◆ Action item: Copy each line of the listing below where the word "print" turns up.

◆ Input data:
----------------
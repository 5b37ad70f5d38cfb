"""Benchmark: vacuum/air conversion and Doppler shifts against specutils / astropy in the same run."""

import timeit
import warnings

import astropy.units as u
import numpy as np
from specutils.utils.wcs_utils import air_to_vac, vac_to_air

from zline.physics.kinematics import observed_position
from zline.physics.media import (
    _air_to_vac_angstrom,
    _vac_to_air_angstrom,
    air_to_vacuum,
    vacuum_to_air,
)

__all__ = ["main"]


def _best(func, number):
    return min(timeit.repeat(func, number=number, repeat=5)) / number


def main():
    rows = []
    for n in (100, 100_000):
        wav = np.geomspace(2000.0, 20000.0, n)
        q = wav * u.AA
        number = 200 if n == 100 else 5
        with warnings.catch_warnings():
            warnings.simplefilter("ignore")
            base = _best(lambda: vac_to_air(q, method="Morton2000"), number)
            rows.append((f"vac->air n={n}", "specutils vac_to_air", base,
                         _best(lambda: vacuum_to_air(q), number),
                         _best(lambda: _vac_to_air_angstrom(wav, "morton2000"), number)))
            base = _best(lambda: air_to_vac(q, method="Morton2000", scheme="iteration"), number)
            rows.append((f"air->vac n={n}", "specutils air_to_vac iteration", base,
                         _best(lambda: air_to_vacuum(q), number),
                         _best(lambda: _air_to_vac_angstrom(wav, "morton2000"), number)))
        v = 1500.0 * u.km / u.s
        rest = 6564.61 * u.AA
        restq = q
        base = _best(lambda: (v.to(u.AA, equivalencies=u.doppler_relativistic(rest))
                              * (restq / rest)), number)
        rows.append((f"shift n={n}", "astropy doppler_relativistic", base,
                     _best(lambda: observed_position(restq, z=0.1, velocity=v,
                                                     convention="relativistic"), number),
                     float("nan")))
    print(f"{'case':<18} {'baseline':<32} {'base us':>10} {'zline us':>10} {'ratio':>7} "
          f"{'fast us':>9} {'ratio':>7}")
    for case, name, base, ours, fast in rows:
        print(f"{case:<18} {name:<32} {base * 1e6:10.1f} {ours * 1e6:10.1f} {base / ours:7.2f} "
              f"{fast * 1e6:9.1f} {base / fast:7.2f}")
    print("ratio = baseline time / zline time (>1: zline faster)")


if __name__ == "__main__":
    main()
----------------
◆ Response to this exercise:
    print(f"{'case':<18} {'baseline':<32} {'base us':>10} {'zline us':>10} {'ratio':>7} "
        print(f"{case:<18} {name:<32} {base * 1e6:10.1f} {ours * 1e6:10.1f} {base / ours:7.2f} "
    print("ratio = baseline time / zline time (>1: zline faster)")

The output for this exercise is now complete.